AFKI:  What keeps you doing what you do daily?

CladLight: The reception of the Smart Jacket by the motorcyclists, popularly referred to as boda boda guys, has been positive and encouraging. Such technology is fascinating to them and they are willing to buy. And we are willing to see them stay alive.

AFKI: The initial phase of any business is challenging. What are yours?

CladLight: Evidently, the motorcyclists prefer the smart jackets in comparison to the ordinary jackets. This is because it’s active in the sense that it radiates light rather than just reflecting any light.

However, the biggest hindrance in acquiring a Smart Jacket is the cost, KES 3,500 ($40).

As CladLight, we seek to lower this cost by up to 60% once we acquire a (cheaper) supplier for the electronic components used. The high cost is attributed to the expensive cost of the constituent electronic components locally.

Several institutions have expressed interest and we are currently awaiting an order from one of them to supply the jackets to.

AFKI: How big is the Kenyan and regional market?
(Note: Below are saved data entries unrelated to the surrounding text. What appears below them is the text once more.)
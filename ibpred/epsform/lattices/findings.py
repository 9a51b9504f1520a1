"""Obstacles met modulo a prime, as sentences about the exact system."""

from __future__ import annotations

from collections.abc import Sequence
from fractions import Fraction

from ibpred.epsform.blocks import (
    Finding,
    conjugate,
    exponent_text,
    fractional,
    irregular,
    moving,
    no_exponent,
)
from ibpred.epsform.lattices.local import Obstacle, Trouble
from ibpred.epsform.places import Place
from ibpred.epsform.roots.tags import Tag, tag_of


def finding(obstacle: Obstacle, places: Sequence[Place], name: str) -> Finding:
    """The sentence for an obstacle.

    Parameters
    ----------
    places
        The finite places, in the order of the obstacle's indices.
    name
        The variable, for the point at infinity.
    """

    def text(index: int) -> str:
        return f"{name} = infinity" if index < 0 else places[index].text()

    # the points of one irreducible letter are told once
    exponents = tuple(
        dict.fromkeys(
            (text(index), tuple(exponent_text(e) for e in found)) for index, found in obstacle.exponents
        )
    )
    branch = _branch_points(obstacle, places) if obstacle.trouble is Trouble.FRACTION else ()
    common = _common_roots(obstacle, places) if obstacle.trouble is Trouble.FRACTION else ()
    roots = _roots(obstacle, places) if obstacle.trouble is Trouble.FRACTION else ()
    return Finding(_reason(obstacle, text(obstacle.point)), exponents, branch, name, common, roots)


def _roots(obstacle: Obstacle, places: Sequence[Place]) -> Tag:
    """Fixed finite places with half-integer exponents; none where other fractions occur too."""
    found: dict[str, Place] = {}
    for index, exponents in obstacle.exponents:
        orders = {e.shift.denominator for e in exponents} - {1}
        if not orders:
            continue
        if orders != {2} or (index >= 0 and places[index].moves):
            return ()
        if index >= 0:
            found[places[index].text()] = places[index]
    if not found:
        return ()
    field = next(iter(found.values())).ring
    variables = tuple(name for name in field.names if name != "eps")
    return tag_of([place.polynomial for place in found.values()], field, variables)


def _common_roots(obstacle: Obstacle, places: Sequence[Place]) -> Tag:
    """Fixed places with half-integer exponents only."""
    found: dict[str, Place] = {}
    for index, exponents in obstacle.exponents:
        if index >= 0 and not places[index].moves and all(e.shift.denominator == 2 for e in exponents):
            found[places[index].text()] = places[index]
    if not found:
        return ()
    first = next(iter(found.values()))
    variables = tuple(name for name in first.ring.names if name != "eps")
    return tag_of([place.polynomial for place in found.values()], first.ring, variables)


def _branch_points(obstacle: Obstacle, places: Sequence[Place]) -> tuple[Fraction | None, ...]:
    """The branch points if all roots are square roots at fixed rational points."""
    points: list[Fraction | None] = []
    seen: set[int] = set()
    for index, found in obstacle.exponents:
        orders = {e.shift.denominator for e in found} - {1}
        if not orders or index in seen:
            continue
        seen.add(index)
        if orders != {2} or (index >= 0 and places[index].root is None):
            return ()
        points.append(None if index < 0 else places[index].root)
    return tuple(points)


def _reason(obstacle: Obstacle, point: str) -> str:
    match obstacle.trouble:
        case Trouble.IRREGULAR:
            return irregular(point)
        case Trouble.EXPONENT:
            return no_exponent("eigenvalues of the residue that are not linear in eps", point)
        case Trouble.FRACTION:
            return fractional(obstacle.detail[0], point)
        case Trouble.MOVING:
            return moving(point)
        case Trouble.CONJUGATE:
            return conjugate(point)
        case Trouble.BUNDLE:
            bundle = " + ".join(f"O({degree})" for degree in obstacle.detail)
            return (
                "all exponents are integers plus multiples of eps, but the local solutions glue to the "
                f"nontrivial bundle {bundle}, so no epsilon-form over rational functions exists: at "
                f"eps = 0 the block's solutions are periods of {_geometry(len(obstacle.detail))}"
            )
        case Trouble.CONSTANT:
            return (
                "a Fuchsian form with exponents proportional to eps exists, but no change of basis that is "
                "constant in the ratios factors eps out of it"
            )


def _geometry(size: int) -> str:
    """What a block of this size points to as a rule."""
    return {2: "an elliptic curve, as a rule", 3: "a K3 surface, as a rule"}.get(
        size, "an elliptic curve or of something beyond it, in the whole block or in a part, as a rule"
    )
CladLight: Since the government zero-rated all motorcycles rated 250cc and below back in 2008, there has been a tremendous increase in the number of newly registered motorcycles in Kenya annually.

Up until 2012, there were an estimated total of 0.6 million motorcycle units in Kenya.

Uganda has even a higher number. Research of the total number of motorcycle units in Africa is still underway.

AFKI: Today you are making jackets, 10 years from now where will Clad Light be?

CladLight: CladLight seeks to have broken the national boundaries and ventured in to other motorcycle markets in Africa. It is also our mission to impact this wearable knowledge to young Kenyans through a training institution.

We are also seeking partnerships with insurance firms and motorcycle assembly plants and wholesalers delivering the jackets to the masses they command.

AFKI: Personally how have you managed to maintain the friendship and business balance?

CladLight: As an entrepreneur, one has a clear understanding that friendship and business don’t mix. Learning to separate the two has been one of our greatest achievements in running CladLight thus far.